- Born: Kenneth David Gilman November 18, 1946 (age 79) Revere, Massachusetts, U.S.
- Occupation: Television actor
- Years active: 1976–present
- Spouse: Jamie Rose ​ ​(m. 2006; div. 2017)​

= Kip Gilman =

American television actor

Kenneth David Gilman (born November 18, 1946) is an American television actor. He is best known for playing Dr. Hank Kaplan in the American sitcom television series Nurses.

Gilman was born in Revere, Massachusetts. He began his career in 1976, appearing in the television sitcom Rhoda. He then starred in the new CBS sitcom television series Loves Me, Loves Me Not. After its cancellation, he starred with Dorothy Loudon in the new CBS sitcom Dorothy. He guest-starred in television programs including Highway to Heaven; Who's the Boss?; Soap; Laverne & Shirley; Magnum, P.I.; It's a Living; Jake and the Fatman; The Rockford Files; St. Elsewhere; ALF and Columbo.

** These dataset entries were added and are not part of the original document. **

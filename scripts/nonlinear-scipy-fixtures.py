#!/usr/bin/python3
"""Random nonlinear least-squares problems with known solutions, solved by
scipy.optimize.least_squares, written to test/reference/nonlinear/scipy-random.json
for test/core/models/nonlinear/scipy-random.test.ts.

Each problem draws its true parameters and noise from a seeded generator
(numpy.random.default_rng), so the file is reproducible. scipy solves it with
an analytic Jacobian and tolerances at rounding level (ftol = xtol = gtol =
1e-15; 'lm' = MINPACK without bounds, 'trf' with bounds); standard errors
are s * sqrt(diag((J'WJ)^-1)) from numpy at scipy's solution, and mean-response
predictions at three new points carry delta-method standard errors
sqrt(g' C g) with the model's analytic gradient g.

Run with Debian's Python (it has numpy and scipy):
    /usr/bin/python3 scripts/nonlinear-scipy-fixtures.py
"""
import json
import sys
from pathlib import Path

import numpy as np
import scipy
from scipy.optimize import least_squares

OUT = Path(__file__).resolve().parent.parent / "test" / "reference" / "nonlinear" / "scipy-random.json"

# Each family: expression in the service's grammar, the same model and its
# Jacobian in numpy, parameter names, how to draw the truth, x and noise.
FAMILIES = {
    "decay": dict(
        expression="a*exp(-k*t) + c",
        names=["a", "k", "c"],
        f=lambda b, t: b[0] * np.exp(-b[1] * t) + b[2],
        jac=lambda b, t: np.column_stack([np.exp(-b[1] * t), -b[0] * t * np.exp(-b[1] * t), np.ones_like(t)]),
        truth=lambda r: [r.uniform(5, 20), r.uniform(0.05, 0.5), r.uniform(-2, 2)],
        x=lambda r, n: np.sort(r.uniform(0, 30, n)),
        noise=0.2,
    ),
    "saturation": dict(
        expression="vmax*s/(km + s)",
        names=["vmax", "km"],
        f=lambda b, s: b[0] * s / (b[1] + s),
        jac=lambda b, s: np.column_stack([s / (b[1] + s), -b[0] * s / (b[1] + s) ** 2]),
        truth=lambda r: [r.uniform(50, 200), r.uniform(0.5, 5)],
        x=lambda r, n: np.sort(r.uniform(0.1, 20, n)),
        noise=2.0,
    ),
    "logistic": dict(
        expression="top/(1 + exp(-rate*(t - mid)))",
        names=["top", "rate", "mid"],
        f=lambda b, t: b[0] / (1 + np.exp(-b[1] * (t - b[2]))),
        jac=lambda b, t: np.column_stack([
            1 / (1 + np.exp(-b[1] * (t - b[2]))),
            b[0] * (t - b[2]) * np.exp(-b[1] * (t - b[2])) / (1 + np.exp(-b[1] * (t - b[2]))) ** 2,
            -b[0] * b[1] * np.exp(-b[1] * (t - b[2])) / (1 + np.exp(-b[1] * (t - b[2]))) ** 2,
        ]),
        truth=lambda r: [r.uniform(80, 120), r.uniform(0.3, 1.0), r.uniform(8, 12)],
        x=lambda r, n: np.sort(r.uniform(0, 20, n)),
        noise=1.5,
    ),
    "peak": dict(
        expression="h*exp(-((t - c)/w)^2/2) + base",
        names=["h", "c", "w", "base"],
        f=lambda b, t: b[0] * np.exp(-(((t - b[1]) / b[2]) ** 2) / 2) + b[3],
        jac=lambda b, t: np.column_stack([
            np.exp(-(((t - b[1]) / b[2]) ** 2) / 2),
            b[0] * np.exp(-(((t - b[1]) / b[2]) ** 2) / 2) * (t - b[1]) / b[2] ** 2,
            b[0] * np.exp(-(((t - b[1]) / b[2]) ** 2) / 2) * (t - b[1]) ** 2 / b[2] ** 3,
            np.ones_like(t),
        ]),
        truth=lambda r: [r.uniform(20, 50), r.uniform(40, 60), r.uniform(3, 8), r.uniform(1, 5)],
        x=lambda r, n: np.sort(r.uniform(20, 80, n)),
        noise=0.8,
    ),
    "power": dict(
        expression="a*x^p",
        names=["a", "p"],
        f=lambda b, x: b[0] * x ** b[1],
        jac=lambda b, x: np.column_stack([x ** b[1], b[0] * x ** b[1] * np.log(x)]),
        truth=lambda r: [r.uniform(1, 4), r.uniform(0.3, 1.7)],
        x=lambda r, n: np.sort(r.uniform(1, 50, n)),
        noise=0.5,
    ),
    "rational": dict(
        expression="(p0 + p1*x)/(1 + q1*x)",
        names=["p0", "p1", "q1"],
        f=lambda b, x: (b[0] + b[1] * x) / (1 + b[2] * x),
        jac=lambda b, x: np.column_stack([1 / (1 + b[2] * x), x / (1 + b[2] * x), -x * (b[0] + b[1] * x) / (1 + b[2] * x) ** 2]),
        truth=lambda r: [r.uniform(1, 3), r.uniform(2, 6), r.uniform(0.05, 0.3)],
        x=lambda r, n: np.sort(r.uniform(0, 40, n)),
        noise=0.1,
    ),
    "oscillation": dict(
        expression="m + amp*sin(2*pi*t/period + phase)",
        names=["m", "amp", "period", "phase"],
        f=lambda b, t: b[0] + b[1] * np.sin(2 * np.pi * t / b[2] + b[3]),
        jac=lambda b, t: np.column_stack([
            np.ones_like(t),
            np.sin(2 * np.pi * t / b[2] + b[3]),
            -b[1] * np.cos(2 * np.pi * t / b[2] + b[3]) * 2 * np.pi * t / b[2] ** 2,
            b[1] * np.cos(2 * np.pi * t / b[2] + b[3]),
        ]),
        truth=lambda r: [r.uniform(10, 20), r.uniform(2, 5), r.uniform(11, 13), r.uniform(0.2, 1.2)],
        x=lambda r, n: np.sort(r.uniform(0, 60, n)),
        noise=0.6,
    ),
    "arrhenius": dict(
        expression="log(a) - ea/(8.314*temp)",
        names=["a", "ea"],
        f=lambda b, t: np.log(b[0]) - b[1] / (8.314 * t),
        jac=lambda b, t: np.column_stack([np.full_like(t, 1 / b[0]), -1 / (8.314 * t)]),
        truth=lambda r: [r.uniform(1e6, 1e8), r.uniform(4e4, 8e4)],
        x=lambda r, n: np.sort(r.uniform(300, 400, n)),
        noise=0.05,
    ),
}


def problem(family, seed, n, weighted=False, bound=None, starts=1):
    spec = FAMILIES[family]
    rng = np.random.default_rng(seed)
    truth = np.array(spec["truth"](rng), dtype=float)
    x = spec["x"](rng, n)
    weights = rng.uniform(0.5, 2.0, n) if weighted else np.ones(n)
    y = spec["f"](truth, x) + rng.normal(0, spec["noise"], n) / np.sqrt(weights)
    # Starts: the truth perturbed by up to 15% (several for a multi-start problem).
    start_list = [truth * rng.uniform(0.85, 1.15, truth.size) for _ in range(starts)]
    lower = np.full(truth.size, -np.inf)
    upper = np.full(truth.size, np.inf)
    if bound is not None:
        j, side, value = bound
        (lower if side == "lower" else upper)[j] = value
        for s in start_list:
            s[j] = max(s[j], value) if side == "lower" else min(s[j], value)
    sw = np.sqrt(weights)
    fun = lambda b: sw * (spec["f"](b, x) - y)
    jac = lambda b: sw[:, None] * spec["jac"](b, x)
    best = None
    for s in start_list:
        method = "trf" if bound is not None else "lm"
        kw = dict(ftol=1e-15, xtol=1e-15, gtol=1e-15, method=method, jac=jac)
        if bound is not None:
            kw["bounds"] = (lower, upper)
        else:
            kw["x_scale"] = "jac"
        res = least_squares(fun, s, **kw)
        rss = float(np.sum(res.fun ** 2))
        if best is None or rss < best[1]:
            best = (res, rss)
    res, rss = best
    J = jac(res.x)
    dof = n - truth.size
    cov = np.linalg.inv(J.T @ J) * rss / dof
    # Mean-response predictions at three new points inside the data's range,
    # with delta-method standard errors sqrt(g' C g), g the model's gradient.
    new_x = np.quantile(x, [0.1, 0.5, 0.9]) + 0.01
    g = spec["jac"](res.x, new_x)
    predictions = {
        "at": new_x.tolist(),
        "estimate": spec["f"](res.x, new_x).tolist(),
        "standardError": np.sqrt(np.einsum("ij,jk,ik->i", g, cov, g)).tolist(),
    }
    # The expression's data column: the one name not a parameter or function.
    data_name = [w for w in ["t", "s", "x", "temp"] if w in tokens(spec["expression"])][0]
    columns = {data_name: x.tolist()}
    out = {
        "name": f"{family}-{seed}" + ("-weighted" if weighted else "") + ("-bounded" if bound else "") + ("-starts" if starts > 1 else ""),
        "family": family,
        "expression": spec["expression"],
        "parameters": spec["names"],
        "truth": truth.tolist(),
        "starts": [s.tolist() for s in start_list],
        "columns": columns,
        "response": y.tolist(),
        "weights": weights.tolist() if weighted else None,
        "bounds": None,
        "scipy": {
            "method": "trf" if bound is not None else "lm",
            "estimates": res.x.tolist(),
            "standardErrors": np.sqrt(np.diag(cov)).tolist(),
            "rss": rss,
            "status": int(res.status),
            "nfev": int(res.nfev),
            "activeMask": res.active_mask.tolist(),
            "predictions": predictions,
        },
    }
    if bound is not None:
        j, side, value = bound
        out["bounds"] = {spec["names"][j]: [value, None] if side == "lower" else [None, value]}
    return out


def tokens(expression):
    import re
    return set(re.findall(r"[A-Za-z_][A-Za-z0-9_]*", expression))


def main():
    problems = []
    seed = 1000
    for family in FAMILIES:
        for n in (12, 40, 200):
            seed += 1
            problems.append(problem(family, seed, n))
    problems.append(problem("decay", 2001, 60, weighted=True))
    problems.append(problem("logistic", 2002, 80, weighted=True))
    problems.append(problem("peak", 2003, 120, starts=3))
    problems.append(problem("saturation", 2004, 30, starts=2))
    # Bounds active at the solution: the floor of a decay held at 0.5 above its
    # unconstrained estimate, and a power law's exponent capped below its estimate.
    free = problem("decay", 2005, 50)
    floor = free["scipy"]["estimates"][2] + 0.5
    problems.append(problem("decay", 2005, 50, bound=(2, "lower", floor)))
    free = problem("power", 2006, 50)
    cap = free["scipy"]["estimates"][1] - 0.05
    problems.append(problem("power", 2006, 50, bound=(1, "upper", cap)))
    doc = {
        "source": "scripts/nonlinear-scipy-fixtures.py",
        "generator": "numpy.random.default_rng(seed); scipy.optimize.least_squares with analytic Jacobians, ftol = xtol = gtol = 1e-15",
        "versions": {"python": sys.version.split()[0], "numpy": np.__version__, "scipy": scipy.__version__},
        "problems": problems,
    }
    OUT.parent.mkdir(parents=True, exist_ok=True)
    OUT.write_text(json.dumps(doc, indent=1) + "\n")
    print(f"wrote {len(problems)} problems to {OUT}")


if __name__ == "__main__":
    main()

In 1981, Gilman starred in the CBS drama television series Jessica Novak. Gilman also starred in the 1984 erotic film Bedroom Eyes, the final season of the medical drama television series Trapper John, M.D., and the ABC drama television series Studio 5-B.

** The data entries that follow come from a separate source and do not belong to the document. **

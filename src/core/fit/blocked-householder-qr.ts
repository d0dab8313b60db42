// Blocked Householder QR with the same limited pivoting as householderQR, for
// tall designs: the reflectors of a panel reach the columns after it as one
// block (compact WY, block-reflector.ts), and a panel is itself factorised
// recursively (left half, its block onto the right half, right half; after
// Elmroth & Gustavson 2000), so that most of the O(n p^2) work is done by
// cache-tiled block products instead of one pass over memory per reflector.
//
// Pivoting decisions are the unblocked kernel's: candidates are decided in the
// caller's order, each from its remaining norm computed afresh once every
// accepted reflector has reached it. `upto[c]` counts the reflectors that have
// reached candidate c; a candidate beyond the window a block was applied to
// (a panel that lost a column to aliasing takes the next one) first catches up
// reflector by reflector. The result has the layout of householderQR, so
// applyQt, applyQ, the triangular solves and the covariance read it unchanged.
// Its last bits differ from the unblocked kernel's (sums in another order).

import type { HouseholderQR } from './householder-qr.ts';
import { applyBlock, blockFactor } from './block-reflector.ts';

/** Reflectors start..start+size-1 as I - V T V^T; t is size x size, row-major, upper triangular. */
export interface ReflectorBlock {
  start: number;
  size: number;
  t: Float64Array;
}

export interface BlockShape {
  /** Reflectors per top-level panel, applied as one block to every later column. */
  panel: number;
  /** Panel width below which the recursion factorises column by column. */
  leaf: number;
}

/** Panel and leaf widths tried at 100,000 x 31: 8/4, 16/4, 32/4 and 8/2. */
export const DEFAULT_BLOCK_SHAPE: BlockShape = { panel: 16, leaf: 4 };

export function blockedHouseholderQR(
  columns: ArrayLike<number>[],
  rows: number,
  candidates: number[],
  referenceNorm: ArrayLike<number>,
  tolerance: number,
  shape: BlockShape = DEFAULT_BLOCK_SHAPE,
): HouseholderQR & { blocks: ReflectorBlock[] } {
  const n = rows;
  const q = candidates.length;
  const work = new Float64Array(n * q);
  for (let c = 0; c < q; c++) {
    const src = columns[candidates[c]];
    const off = c * n;
    for (let i = 0; i < n; i++) work[off + i] = src[i];
  }
  const accepted: number[] = [];
  const aliased: number[] = [];
  const rdiag = new Float64Array(q);
  const beta = new Float64Array(q);
  const remainingNorm = new Float64Array(q);
  const upto = new Int32Array(q);
  let next = 0;

  /** Apply reflectors upto[c]..k-1 to candidate c one at a time (dot, then update). */
  const catchUp = (c: number, k: number) => {
    const offD = c * n;
    for (let j = upto[c]; j < k; j++) {
      const offV = accepted[j] * n;
      let s = 0;
      for (let i = j; i < n; i++) s += work[offV + i] * work[offD + i];
      const f = s / beta[j];
      for (let i = j; i < n; i++) work[offD + i] -= f * work[offV + i];
    }
    upto[c] = k;
  };

  /** Decide candidate c at position k (as householderQR does); form its reflector when accepted. */
  const decide = (c: number, k: number): boolean => {
    const off = c * n;
    let ss = 0;
    for (let i = k; i < n; i++) ss += work[off + i] * work[off + i];
    const nrm = Math.sqrt(ss);
    const ref = referenceNorm[candidates[c]];
    remainingNorm[c] = ref > 0 ? nrm / ref : 0;
    if (k >= n || !(nrm > tolerance * ref) || !Number.isFinite(nrm)) return false;
    const x0 = work[off + k];
    const alpha = x0 >= 0 ? -nrm : nrm;
    const v0 = x0 - alpha;
    work[off + k] = v0;
    rdiag[k] = alpha;
    beta[k] = -alpha * v0;
    return true;
  };

  const reflectorOffsets = (k0: number, k1: number) => accepted.slice(k0, k1).map((c) => c * n);

  /** Reflectors k0..k1-1 (T their block factor) as one block onto the next `count` undecided candidates. */
  const blockOnto = (k0: number, k1: number, tm: Float64Array, count: number) => {
    const targets: number[] = [];
    for (let c = next; c < Math.min(q, next + count); c++) {
      if (upto[c] < k0) catchUp(c, k0);
      if (upto[c] === k0) {
        targets.push(c * n);
        upto[c] = k1;
      }
    }
    applyBlock(work, n, k0, reflectorOffsets(k0, k1), tm, work, targets, true);
  };

  /** Accept up to `want` more reflectors from the next candidates. */
  const factor = (want: number) => {
    if (want <= shape.leaf) {
      const goal = accepted.length + want;
      while (accepted.length < goal && next < q) {
        const c = next++;
        const k = accepted.length;
        catchUp(c, k);
        if (decide(c, k)) accepted.push(c);
        else aliased.push(c);
      }
      return;
    }
    const half = want >> 1;
    const k0 = accepted.length;
    factor(half);
    const k1 = accepted.length;
    if (next < q && k1 > k0) blockOnto(k0, k1, blockFactor(work, n, k0, reflectorOffsets(k0, k1), beta), want - (k1 - k0));
    factor(want - (k1 - k0));
  };

  // Each top-level panel's block factor is kept: applyQt and applyQ use it too.
  const blocks: ReflectorBlock[] = [];
  while (next < q) {
    const k0 = accepted.length;
    factor(shape.panel);
    const k1 = accepted.length;
    if (k1 === k0) continue;
    const tm = blockFactor(work, n, k0, reflectorOffsets(k0, k1), beta);
    blocks.push({ start: k0, size: k1 - k0, t: tm });
    if (next < q) blockOnto(k0, k1, tm, q - next);
  }
  return { rows: n, rank: accepted.length, order: [...accepted, ...aliased], work, rdiag, beta, remainingNorm, blocks };
}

In 1991, Gilman starred as Dr. Hank Kaplan in the NBC sitcom Nurses. He played the role until 1994. After the series ended, Gilman made a guest appearance in Caroline in the City and appeared in the film Parker. He played as Danzinger. In 2015, Gilman starred in the Off-Broadway play 2 Across along with singer and actress Andrea McArdle.